Robin ist also ebenfalls 80 Jahre alt geworden oder vielmehr die Robins – Mehrzahl. Denn was das Rotkehlchen den anderen beiden Geburtstagskindern, Catwoman und Joker, voraushat, ist nun mal, dass bereits mehrere Personen das bunte Kostüm überstreiften, um an der Seite des Dunklen Ritters Gotham Citys Straßen zu säubern.

Auch bei dem vorliegenden Band (den wir dankenswerter Weise als Panini-Rezensionsexemplar erhalten haben) handelt es sich nicht um eine Anthologie „der besten Robin-Geschichten der Comichistorie“, sondern um eine Sammlung neuer, abgeschlossener Kurzgeschichten; meistenteils dargeboten von jenen Künstlern, die bereits die Feder und den Zeichenstift für den Wunderknaben geschwungen haben.

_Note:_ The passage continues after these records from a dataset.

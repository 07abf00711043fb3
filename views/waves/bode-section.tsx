/**
 * The averaged small-signal model at nominal input and full load: control-to-output and line-to-output
 * magnitude and phase, with the right-half-plane zero, the lightly damped resonances and the suggested
 * crossover marked on the plot and said in words beside it.
 */
import type { FC } from 'hono/jsx';
import type { BodeResult } from '../../src/simulate/types.ts';
import { formatPercent, formatSiShort } from '../../src/units/format.ts';
import { type Outcome, SimSection, SimulationMessage } from '../candidate-waves.tsx';
import { BodePlot, type FrequencyMark, frequencyMarkLabel } from '../plots/bode-plot.tsx';

const hz = (f: number) => formatSiShort(f, 'Hz', 3);

/** The marks of a Bode result, lowest frequency first. */
export function bodeMarks(b: BodeResult): FrequencyMark[] {
  const marks: FrequencyMark[] = [];
  const add = (kind: FrequencyMark['kind'], freqHz: number | undefined, q?: number) => {
    if (freqHz !== undefined && Number.isFinite(freqHz) && freqHz > 0)
      marks.push({ kind, freqHz, label: frequencyMarkLabel(kind, freqHz, q) });
  };
  add('rhp-zero', b.rhpZeroHz);
  b.resonancesHz.forEach((f, i) => {
    add('resonance', f, b.resonanceQ?.[i]);
  });
  add('crossover', b.suggestedCrossoverHz);
  return marks.sort((x, y) => x.freqHz - y.freqHz);
}

/** Closed form and averaged model disagree beyond this ratio: say so, rather than leave two numbers. */
const RHP_AGREEMENT = 1.25;

function bodeWords(b: BodeResult, closedFormRhpHz?: number): string[] {
  const out: string[] = [];
  if (b.rhpZeroHz !== undefined) {
    out.push(
      `Right-half-plane zero at ${hz(b.rhpZeroHz)}: it adds phase lag while lifting the gain, so a voltage loop must cross over well below it — about a fifth of it (common practice).`,
    );
    const ratio = closedFormRhpHz !== undefined ? b.rhpZeroHz / closedFormRhpHz : 1;
    if (closedFormRhpHz !== undefined && (ratio > RHP_AGREEMENT || ratio < 1 / RHP_AGREEMENT)) {
      out.push(
        `The cautions above estimate it at ${hz(closedFormRhpHz)} from a textbook closed form; ${hz(b.rhpZeroHz)} is the zero of the averaged model of the whole circuit (every inductor and capacitor, with losses). The lower of the two is the safer bound for the loop.`,
      );
    }
  } else {
    out.push('No right-half-plane zero in the control-to-output response.');
  }
  if (b.resonancesHz.length > 0) {
    out.push(
      `Lightly damped resonance${b.resonancesHz.length > 1 ? 's' : ''} at ${b.resonancesHz
        .map((f, i) =>
          b.resonanceQ?.[i] !== undefined ? `${hz(f)} (Q ${b.resonanceQ[i].toPrecision(2)})` : hz(f),
        )
        .join(
          ', ',
        )}: a sharp gain peak and a fast phase drop; keep the crossover below ${b.resonancesHz.length > 1 ? 'the lowest' : 'it'} or damp it.`,
    );
  }
  if (b.suggestedCrossoverHz !== undefined) {
    out.push(
      `Suggested crossover: at most ${hz(b.suggestedCrossoverHz)}${b.crossoverRule ? `, set by ${b.crossoverRule}` : ''}.`,
    );
  }
  return out;
}

export const BodeSection: FC<{
  outcome: Outcome<BodeResult>;
  /** The RHP zero the analytic engine's caution quotes (closed form), to reconcile with the model's. */
  closedFormRhpHz?: number;
}> = ({ outcome, closedFormRhpHz }) => {
  if (!outcome.ok) {
    return (
      <SimSection id="bode" ok={false}>
        <SimulationMessage message={outcome.message} />
      </SimSection>
    );
  }
  const b = outcome.value;
  return (
    <SimSection id="bode" ok={true}>
      <p class="sim-lead">
        Averaged model (state-space averaging) at {formatSiShort(b.vinV, 'V', 3)} input,{' '}
        {formatSiShort(b.ioutA, 'A', 3)} load, duty {formatPercent(b.duty)}: duty of{' '}
        {b.controlGates.map((g) => g.toUpperCase()).join(' and ')} to output voltage, and input voltage to
        output voltage, open loop.
      </p>
      <div class="bode-body">
        <BodePlot
          caption="Magnitude in dB re 1 V per unit duty (control to output) and re 1 V/V (line to output)."
          freqHz={b.freqHz}
          curves={[
            { key: 'control', words: 'control to output (v out / duty)', ...b.controlToOutput },
            { key: 'line', words: 'line to output (v out / v in)', ...b.lineToOutput },
          ]}
          marks={bodeMarks(b)}
        />
        <div class="bode-words">
          {bodeWords(b, closedFormRhpHz).map((w) => (
            <p>{w}</p>
          ))}
        </div>
      </div>
    </SimSection>
  );
};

Auffällig ist dabei, dass Fanliebling Dick Grayson/Nightwing 4 Geschichten spendiert bekommt, während Tim Drake/Red Robin und Damian Wayne jeweils mit 2 Stories gewürdigt werden. Jason Todd/Red Hood und Stephanie Brown/Spoiler/Batgirl erhalten gar jeweils nur einen Auftritt in dem Buch. Warum das so ist, wird nicht klar. Ich rede mir ein, dass die Anzahl der ihnen gewidmeten Kurzgeschichten aus der jeweiligen Robin-Zeit an Batmans Seite resultiert. Dabei völlig ausgelassen wurde Carrie Kelley.

Der Vorworte sind nun aber genug gewechselt. Widmen wir uns gleich den Storys selbst. Diese werden zunächst kurz und Spoilerfrei inhaltlich zusammengefasst. Wie bei den DC Celebrations zu Catwoman und Joker, gehe ich danach noch auf einzelne Geschichten näher ein.

©DC Comics
Dick Grayson, Robin in „Ein kleiner Anstoß“ („A Little Nudge“)
 
Marv Wolfman (Geschichte), Tom Grummet (Zeichnungen), Scott Hanna (Tusche) und Adriano Lucas (Farben)
 
… beschreiben einen ganz besonderen Tag im Leben von Dick Grayson und in der Beziehung von Batman und Robin. Starker Auftakt.

Dick Grayson, Nightwing in: „Nachbeben“ („Aftershocks“)

Chuck Dixon (Geschichte), Scott McDaniel (Zeichnungen), Rob Hunter (Tusche) und Photobunker (Farben)

… erzählen eine Geschichte aus der Zeit des Erdbebens in Gotham, über einen heldenhaften Einsatz Nightwings. Nichts Besonderes.


Nightwing & die Titans in: „Teamgeist“ („Team Building“)

Devin Grayson (Geschichte), Dan Jurgens (Zeichnungen), Norm Rapmund (Tusche), Hi-Fi (Farben)

… stellen unter Beweis, dass Dick Grayson ein hervorragender Teamleader ist. Sehr unterhaltsam.


Dick Grayson, Agent 37 in: „Lektionen und Pläne“ („The Lesson Plan“)

Tim Seeley & Tom King (Geschichte), Mikel Janín (Zeichnungen), Jeromy Cox (Farben)

… blicken durch Dicks Augen neu auf die Ratschläge seines alten Mentors. Interessanter Perspektiv-wechsel, am Ende aber zu konfus.


Jason Todd, Red Hood in: „Mehr Zeit“
(„More Time“)

Judd Winick (Geschichte), Dustin Nguyen (Zeichnungen), John Kalisz (Farben)

… geben uns einen Einblick in die Beziehung von Jason und Batman – damals und heute. Die Geschichte ist in jeder Hinsicht ein kleines Juwel.

Tim Drake, Robin III in: „Spezielle Gaben
(„Extra Credit”)

Adam Beechen (Geschichte), Freddie E. Williams II (Zeichnungen), Jeremy Colwell (Farben)

… versuchen das Potenzial von Tim Drake zu erschließen. Vergnüglich.


Tim Drake, Red Robin in: „Wunderknaben“
(„Boy Wonders”)

James Tynion IV (Geschichte), Javier Fernandez (Zeichnungen), David Baron (Farben)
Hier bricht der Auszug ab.